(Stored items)
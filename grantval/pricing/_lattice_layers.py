"""Node-level pieces of the employee-option lattice (private to :mod:`grantval.pricing.lattice`).

Everything here works on the fixed log-price levels of the trinomial lattice:
the step parameters, the leaver's exercise value averaged over a node's cell,
the expectation of the vesting-date value against the lognormal law, and the
interpolation of the grant-date value when the share price is not a node.
"""

from __future__ import annotations

import numpy as np
from scipy.special import ndtr

#: share ``pu + pd`` of the two moving branches when the drift is small (the
#: value 1/3 also matches the fourth moment of the normal law)
_MOVE_SHARE = 1.0 / 3.0


def step_parameters(r, q, sigma, dt):
    """Level spacing and branch probabilities of one lattice step.

    The log price moves by ``+dx``, 0 or ``-dx``.  The spacing is chosen so that
    ``(pu + pd) dx**2`` is the second moment of the log step, and ``pu``, ``pd``
    are solved so that the discounted share price is exactly a martingale
    (``pu e^dx + pm + pd e^-dx = e^{(r-q) dt}``).  When the drift dominates the
    volatility the share of moving branches rises towards 1 so that all three
    probabilities stay in [0, 1].

    Returns
    -------
    dx, pu, pm, pd : ndarray
        Log spacing and probabilities (each shaped like the inputs).
    """
    nu = r - q - 0.5 * sigma**2
    second = sigma**2 * dt + (nu * dt) ** 2
    drift_share = np.abs(nu) * dt / np.sqrt(second)
    share = np.maximum(_MOVE_SHARE, (0.5 * (1.0 + drift_share)) ** 2)
    dx = np.sqrt(second / share)
    growth = np.expm1((r - q) * dt)
    pu = (growth - share * np.expm1(-dx)) / (2.0 * np.sinh(dx))
    pd = share - pu
    return dx, pu, 1.0 - share, pd


def exit_payoff(stock, k, dx):
    """Exercise value of a leaver, ``max(S - K, 0)`` averaged over each node's cell.

    The average is taken with the hat function of half-width ``dx`` in log price
    centred on the node (closed form).  Sampling the kinked payoff at the nodes
    instead makes the value jump as the strike moves between levels when the
    step count changes; the cell average keeps the error smooth in the step.

    Parameters
    ----------
    stock : ndarray (options, levels)
        Share price at the levels, currency per share.
    k, dx : ndarray (options, 1)
        Strike (currency per share) and log spacing.
    """
    ratio = (np.sinh(0.5 * dx) / (0.5 * dx)) ** 2  # hat average of e^y
    value = np.maximum(stock * ratio - k, 0.0)  # exact for cells wholly above or below the strike
    grow = np.exp(dx)
    near = np.nonzero((stock * grow > k) & (stock < k * grow))
    if near[0].size:
        h, kk = np.broadcast_to(dx, stock.shape), np.broadcast_to(k, stock.shape)
        value[near] = _cell_across_strike(stock[near], kk[near], h[near])
    return np.minimum(value, stock)


def _cell_across_strike(stock, k, h):
    """Hat average of ``max(S e^y - K, 0)`` over ``|y| < h`` for cells the strike cuts (closed form)."""
    kappa = np.clip(np.log(k / stock), -h, h)  # log distance to the strike
    neg = np.minimum(kappa, 0.0)
    pos = np.maximum(kappa, 0.0)
    # integral of (h -+ y) (S e^y - K) over [neg, 0] and [pos, h], divided by h^2
    left = stock * ((h - 1.0) - np.exp(neg) * (h + neg - 1.0)) + k * (h * neg + 0.5 * neg**2)
    right = stock * (np.exp(h) - np.exp(pos) * (h - pos + 1.0)) - k * (0.5 * h**2 - h * pos + 0.5 * pos**2)
    return np.maximum((left + right) / h**2, 0.0)


def vesting_expectation(stock, hold, after, k, optimal, mu, sd, fwd):
    """Expected vesting-date value of options whose value is known on nodes.

    The value at vesting is ``max(S - K, H(S))`` (exercise when optimal) or
    ``S - K`` at and above the barrier and ``H(S)`` below it, where ``H`` is
    the holding value on the nodes.  Values are interpolated linearly between
    nodes; for optimal exercise the boundary is located exactly where the
    holding line crosses ``S - K``, and for a barrier (which lies on a node)
    the node values ``after`` are used as they are.  Each linear piece is
    integrated in closed form against the lognormal law of the vesting-date
    share price (log mean ``mu``, log standard deviation ``sd``, mean
    ``fwd``).  Above the top node the value continues with slope one; below
    the bottom node it is taken as zero.  Integrating across the kink exactly,
    instead of rolling it back through a tree, removes the saw-tooth error a
    kink at the vesting date otherwise causes.
    """
    opt = optimal[:, None]
    line = np.where(opt, hold, after)
    a, b = stock[:, :-1], stock[:, 1:]
    ha, hb = line[:, :-1], line[:, 1:]
    kc = k[:, None]
    ga, gb = ha - (a - kc), hb - (b - kc)  # holding minus exercise at both ends
    cross = (ga > 0) != (gb > 0)
    with np.errstate(divide="ignore", invalid="ignore"):
        m_opt = np.where(cross, a + ga / (ga - gb) * (b - a), np.where(ga > 0, b, a))
        slope_h = (hb - ha) / (b - a)
    m = np.where(opt, m_opt, b)
    left_hold = np.where(opt, ga > 0, True)
    right_hold = np.where(opt, np.where(cross, ~(ga > 0), gb > 0), True)
    alpha_h = ha - slope_h * a
    alpha_l = np.where(left_hold, alpha_h, -kc)
    beta_l = np.where(left_hold, slope_h, 1.0)
    alpha_r = np.where(right_hold, alpha_h, -kc)
    beta_r = np.where(right_hold, slope_h, 1.0)
    s_, f_ = sd[:, None], fwd[:, None]
    z = lambda x: (np.log(x) - mu[:, None]) / s_  # noqa: E731
    za, zm, zb = z(a), z(m), z(b)
    p_l, p_r = ndtr(zm) - ndtr(za), ndtr(zb) - ndtr(zm)
    x_l = f_ * (ndtr(zm - s_) - ndtr(za - s_))
    x_r = f_ * (ndtr(zb - s_) - ndtr(zm - s_))
    total = (alpha_l * p_l + beta_l * x_l + alpha_r * p_r + beta_r * x_r).sum(axis=1)
    top_s, top_v = stock[:, -1], after[:, -1]
    zt = (np.log(top_s) - mu) / sd
    return total + (top_v - top_s) * ndtr(-zt) + fwd * ndtr(sd - zt)


#: a vesting-date law is narrow when its log standard deviation is below this many times
#: ``sigma sqrt(dt)`` of the finer lattice: its vesting value is then taken from a parabola through
#: three nodes instead of linear pieces, on both lattices of the extrapolation alike
NARROW = 1.5


def narrow_expectation(stock3, value3, mu, sd, use):
    """Vesting-date expectation from a parabola in log price through three neighbouring nodes.

    When the vesting-date law is narrower than the node spacing, linear pieces put a kink where
    most of the probability lies (an error of about ``V'' h sd``, ``h`` the spacing); the parabola
    through the node nearest the log mean and its two neighbours is exact to second order.  Its
    expectation over the normal law ``N(mu, sd^2)`` of the log price is ``a + b m + c (m^2 + sd^2)``
    with ``m`` = ``mu`` less the middle node's log price.

    Parameters
    ----------
    stock3, value3 : ndarray, shape (n, 3)
        Share prices (currency) and values (currency) at the three nodes, evenly spaced in log price.
    mu, sd : ndarray
        Log mean and log standard deviation of the vesting-date share price.
    use : ndarray of bool
        Where to apply it: a narrow law (:data:`NARROW`) and no kink among the three nodes (an
        exercise), where the parabola does not apply.

    Returns
    -------
    ndarray
        The expectation, NaN where it is not used (``use`` False, or a value that is not finite).
    """
    usable = use & np.all(np.isfinite(value3), axis=1)
    if not np.any(usable):
        return np.full(len(sd), np.nan)
    spacing = np.log(stock3[:, 2] / stock3[:, 1])
    a = value3[:, 1]
    b = (value3[:, 2] - value3[:, 0]) / (2.0 * spacing)
    c = (value3[:, 2] - 2.0 * value3[:, 1] + value3[:, 0]) / (2.0 * spacing**2)
    m = mu - np.log(stock3[:, 1])
    return np.where(usable, a + b * m + c * (m**2 + sd**2), np.nan)


def interpolate_at(values, u, top_level, centre):
    """Cubic Lagrange interpolation of node values at fractional level ``u``.

    ``values[:, centre + l]`` is the value at level ``l``; the four-node stencil
    around ``u`` is moved down so that it never uses a level above
    ``top_level`` (the barrier, above which the value has a kink).
    """
    base = np.floor(u).astype(np.int64) - 1
    base = np.minimum(base, top_level - 3)
    rows = np.arange(values.shape[0])
    x = u - base
    out = np.zeros(values.shape[0])
    for i in range(4):
        w = np.ones_like(x)
        for j in range(4):
            if j != i:
                w *= (x - j) / (i - j)
        out += w * values[rows, centre + base + i]
    return out


def up_and_out_call(s, k, h, tau, r, q, sigma, rebate):
    """Up-and-out call with ``rebate`` paid at the hit (Reiner and Rubinstein 1991).

    Closed form for ``s < h``, ``k <= h``, ``tau > 0`` (arrays broadcast), as in
    Haug, The Complete Guide to Option Pricing Formulas, 2nd ed., 4.17.1.  It
    serves as a smooth guide for interpolating lattice values between levels;
    NaN where the formula does not apply (``(mu^2 + 2 r / sigma^2) < 0``).
    """
    vt = sigma * np.sqrt(tau)
    mu = (r - q - 0.5 * sigma**2) / sigma**2
    with np.errstate(invalid="ignore", over="ignore", divide="ignore"):
        lam = np.sqrt(mu**2 + 2.0 * r / sigma**2)
        x1 = np.log(s / k) / vt + (1 + mu) * vt
        x2 = np.log(s / h) / vt + (1 + mu) * vt
        y1 = np.log(h**2 / (s * k)) / vt + (1 + mu) * vt
        y2 = np.log(h / s) / vt + (1 + mu) * vt
        z = np.log(h / s) / vt + lam * vt
        fs, fk, hs = s * np.exp(-q * tau), k * np.exp(-r * tau), h / s
        a_ = fs * ndtr(x1) - fk * ndtr(x1 - vt)
        b_ = fs * ndtr(x2) - fk * ndtr(x2 - vt)
        c_ = fs * hs ** (2 * (mu + 1)) * ndtr(-y1) - fk * hs ** (2 * mu) * ndtr(-y1 + vt)
        d_ = fs * hs ** (2 * (mu + 1)) * ndtr(-y2) - fk * hs ** (2 * mu) * ndtr(-y2 + vt)
        f_ = rebate * (hs ** (mu + lam) * ndtr(-z) + hs ** (mu - lam) * ndtr(-z + 2 * lam * vt))
        return a_ - b_ + c_ - d_ + f_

• **Task brief**
Transcribe each line of the data above, unaltered, from the one where "Log spacing and" appears to the one where "growth = np.expm1((r - q) * dt)" appears, inclusive of both.

• **Task result**
        Log spacing and probabilities (each shaped like the inputs).
    """
    nu = r - q - 0.5 * sigma**2
    second = sigma**2 * dt + (nu * dt) ** 2
    drift_share = np.abs(nu) * dt / np.sqrt(second)
    share = np.maximum(_MOVE_SHARE, (0.5 * (1.0 + drift_share)) ** 2)
    dx = np.sqrt(second / share)
    growth = np.expm1((r - q) * dt)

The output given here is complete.